24+n*32: what this means is that you will get the smallest of either 24, 56, 88, 120, 152, 184, 216... that fits your request. But of course other implementations could follow different rules so don't count on this. This however shows that if you allocate very many small strings you can end up wasting a some memory (16 bytes/allocation on average) (but you aren't yet where you should start to worry about this).

trent.josephsen

November 2nd, 2014, 10:05 PM

But, the only reason I dislike using fgets is because
1. The syntax is longer by a couple of arguments. That's fine.
2. And more importantly, the newline it adds at the end. Is there any way to counter this without writing your own code, like an fgets option for no newline or something?

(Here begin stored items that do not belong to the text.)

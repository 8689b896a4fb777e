import { randomUUID } from "node:crypto";
import { CommitCycleError } from "../../shared/history/commitCycleError.ts";
import type { CommitDocument } from "../../shared/schemas/commit.ts";
import type { Bindable, Writer } from "../db/write.ts";
import { loadGraph } from "./commitGraph.ts";
import { RecordConflict } from "./conflict.ts";

interface StoredCommit {
  readonly id: number;
  readonly sha: string;
  readonly parents: string | null;
}

/**
 * Adds what a posting tells of commits: new ones are added, what is left out of known ones stays as it is. A commit's
 * parents never change: where they were not told they are filled in, other ones are a conflict.
 * Answers with the number of commits that were new.
 * @throws RecordConflict for other parents than before, and for parents that run in a circle.
 */
export async function storeCommits(w: Writer, projectId: number, told: readonly CommitDocument[]): Promise<number> {
  const commits = merged(told);
  const before = await loadStored(w, projectId, [...commits.keys()]);
  await w.insertOrIgnore(
    "commits",
    ["projectId", "sha"],
    [...commits.keys()].filter((sha) => !before.has(sha)).map((sha) => [projectId, sha]),
    500,
  );
  const stored = await loadStored(w, projectId, [...commits.keys()]);
  const changedFacts = await fillFacts(w, projectId, commits);
  const edges = newEdges(commits, stored);
  await w.insertOrIgnore("commit_parents", ["commitId", "position", "parentSha"], edges, 500);
  const branches = await addBranches(w, commits, stored);
  if (before.size < stored.size || edges.length > 0 || branches > 0 || changedFacts) {
    await w.run("UPDATE projects SET graphVersion = $2 WHERE id = $1", [projectId, randomUUID()]);
    await refuseCircles(w, projectId);
  }
  return stored.size - before.size;
}

/** The same commit told twice in one posting is one; what is told later goes before. */
function merged(told: readonly CommitDocument[]): Map<string, CommitDocument> {
  const commits = new Map<string, CommitDocument>();
  for (const commit of told) commits.set(commit.sha, { ...commits.get(commit.sha), ...commit });
  return commits;
}

async function loadStored(w: Writer, projectId: number, shas: string[]): Promise<Map<string, StoredCommit>> {
  const rows = await w.select<StoredCommit>(
    `SELECT c.id, c.sha,
       (SELECT json_group_array(parentSha ORDER BY position) FROM commit_parents p WHERE p.commitId = c.id) AS parents
     FROM commits c WHERE c.projectId = $1 AND c.sha IN (SELECT value FROM json_each($2))`,
    [projectId, JSON.stringify(shas)],
  );
  return new Map(rows.map((row) => [row.sha, row]));
}

/** True where a date changed: dates order what the graph leaves open. */
async function fillFacts(w: Writer, projectId: number, commits: Map<string, CommitDocument>): Promise<boolean> {
  const facts = [...commits.values()].map((commit) => ({
    sha: commit.sha,
    subject: commit.subject ?? null,
    authorName: commit.author?.name ?? null,
    authorEmail: commit.author?.email ?? null,
    committedAt: commit.committedAt === undefined ? null : Date.parse(commit.committedAt),
    changedPaths: commit.changedPaths ? JSON.stringify(commit.changedPaths) : null,
  }));
  const names = ["subject", "authorName", "authorEmail", "committedAt", "changedPaths"] as const;
  const json = JSON.stringify(facts.filter((fact) => names.some((name) => fact[name] !== null)));
  const differs = names.map((name) => `(t.${name} IS NOT NULL AND t.${name} IS NOT c.${name})`).join(" OR ");
  const table = `(SELECT value ->> 'sha' AS sha, ${names
    .map((name) => `value ->> '${name}' AS ${name}`)
    .join(", ")} FROM json_each($2))`;
  const changed = await w.select<{ id: number; dated: number }>(
    `SELECT c.id, t.committedAt IS NOT NULL AND t.committedAt IS NOT c.committedAt AS dated
     FROM ${table} t JOIN commits c ON c.projectId = $1 AND c.sha = t.sha WHERE ${differs}`,
    [projectId, json],
  );
  if (changed.length === 0) return false;
  await w.run(
    `UPDATE commits SET ${names.map((name) => `${name} = COALESCE(t.${name}, commits.${name})`).join(", ")}
     FROM ${table} t WHERE commits.projectId = $1 AND commits.sha = t.sha
       AND commits.id IN (SELECT value FROM json_each($3))`,
    [projectId, json, JSON.stringify(changed.map((row) => row.id))],
  );
  return changed.some((row) => row.dated === 1);
}

function newEdges(commits: Map<string, CommitDocument>, stored: Map<string, StoredCommit>): Bindable[][] {
  const edges: Bindable[][] = [];
  for (const { sha, parents } of commits.values()) {
    const known = stored.get(sha) as StoredCommit;
    const before = JSON.parse(known.parents ?? "[]") as string[];
    if (parents === undefined || parents.length === 0) continue;
    if (before.length === 0) parents.forEach((parent, position) => edges.push([known.id, position, parent]));
    else if (before.join() !== parents.join()) {
      throw new RecordConflict("conflict", `Commit ${sha} was told before with other parents (${before.join(", ")}).`);
    }
  }
  return edges;
}

/** Number of commits whose branch was new. */
async function addBranches(
  w: Writer,
  commits: Map<string, CommitDocument>,
  stored: Map<string, StoredCommit>,
): Promise<number> {
  const rows = [...commits.values()].flatMap(({ sha, branch }): Bindable[][] =>
    branch === undefined ? [] : [[(stored.get(sha) as StoredCommit).id, branch]],
  );
  if (rows.length === 0) return 0;
  const ids = JSON.stringify(rows.map(([id]) => id));
  const count = async () => {
    const [row] = await w.select<{ n: number }>(
      "SELECT count(*) AS n FROM commit_branches WHERE commitId IN (SELECT value FROM json_each($1))",
      [ids],
    );
    return row.n;
  };
  const before = await count();
  await w.insertOrIgnore("commit_branches", ["commitId", "branch"], rows, 500);
  return (await count()) - before;
}

/** The graph is built again in any case by whoever traces next, and is then at hand. */
async function refuseCircles(w: Writer, projectId: number): Promise<void> {
  try {
    await loadGraph(w, projectId);
  } catch (error) {
    if (!(error instanceof CommitCycleError)) throw error;
    throw new RecordConflict("invalid", error.message, "#/commit/parents");
  }
}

The number of google results relevant to this is actually amazing. But I did not find a solution in those pages.
Not without writing your own code (or borrowing someone else's), no. But the amount of extra code-writing is trivial. Here's a function I use sometimes (borrowed from Perl):

int chomp(char *s) {
if (s == NULL) {
return 0;
}
while (*s) {
if (*s == '\n') {
*s = 0;
return 1;
}
++s;
}
return 0;
}

You can use it like chomp(fgets(...)), and it returns 1 if it removed a newline, 0 otherwise. Careful, it traverses the whole string, so if you're reading many long lines it might become slow. You still have to check for EOF or error because it doesn't indicate whether the pointer is NULL.

POSIX specifies getline(), so if you're willing to go outside of standard C, you can use that instead of fgets(). You'll still have to erase the delimiter yourself, though.

What are you doing with these strings? I find that if I write my input code robustly, I rarely care about trailing newlines. Normally what I do with the result of fgets() is one of the following:
1_ Use strtok() to break it into several smaller strings. This works for CSV files, for instance. Just adding "\n" to the delimiter string fixes the newline "problem".
2_ Use sscanf() to read fields from it. This method is somewhat more flexible in the formats it can accept, but only when you know the format in advance. Except for %c, all the scanf formats skip whitespace, including newlines.
3_ Pick it apart and deal with each character in a loop. In this case you generally want to break the loop when you hit a newline, or just skip it, both of which are easy to put in. And if your parsing functions are to be robust they ought to know how to handle newlines anyway.

I only use chomp() when I'm going to use the whole line verbatim except for the newline, which is unusual.

There is no reason for using gets(). It's been deprecated since forever ago and C11 actually removes it from the library because there is simply no way to use it safely. Don't be tempted by the convenience.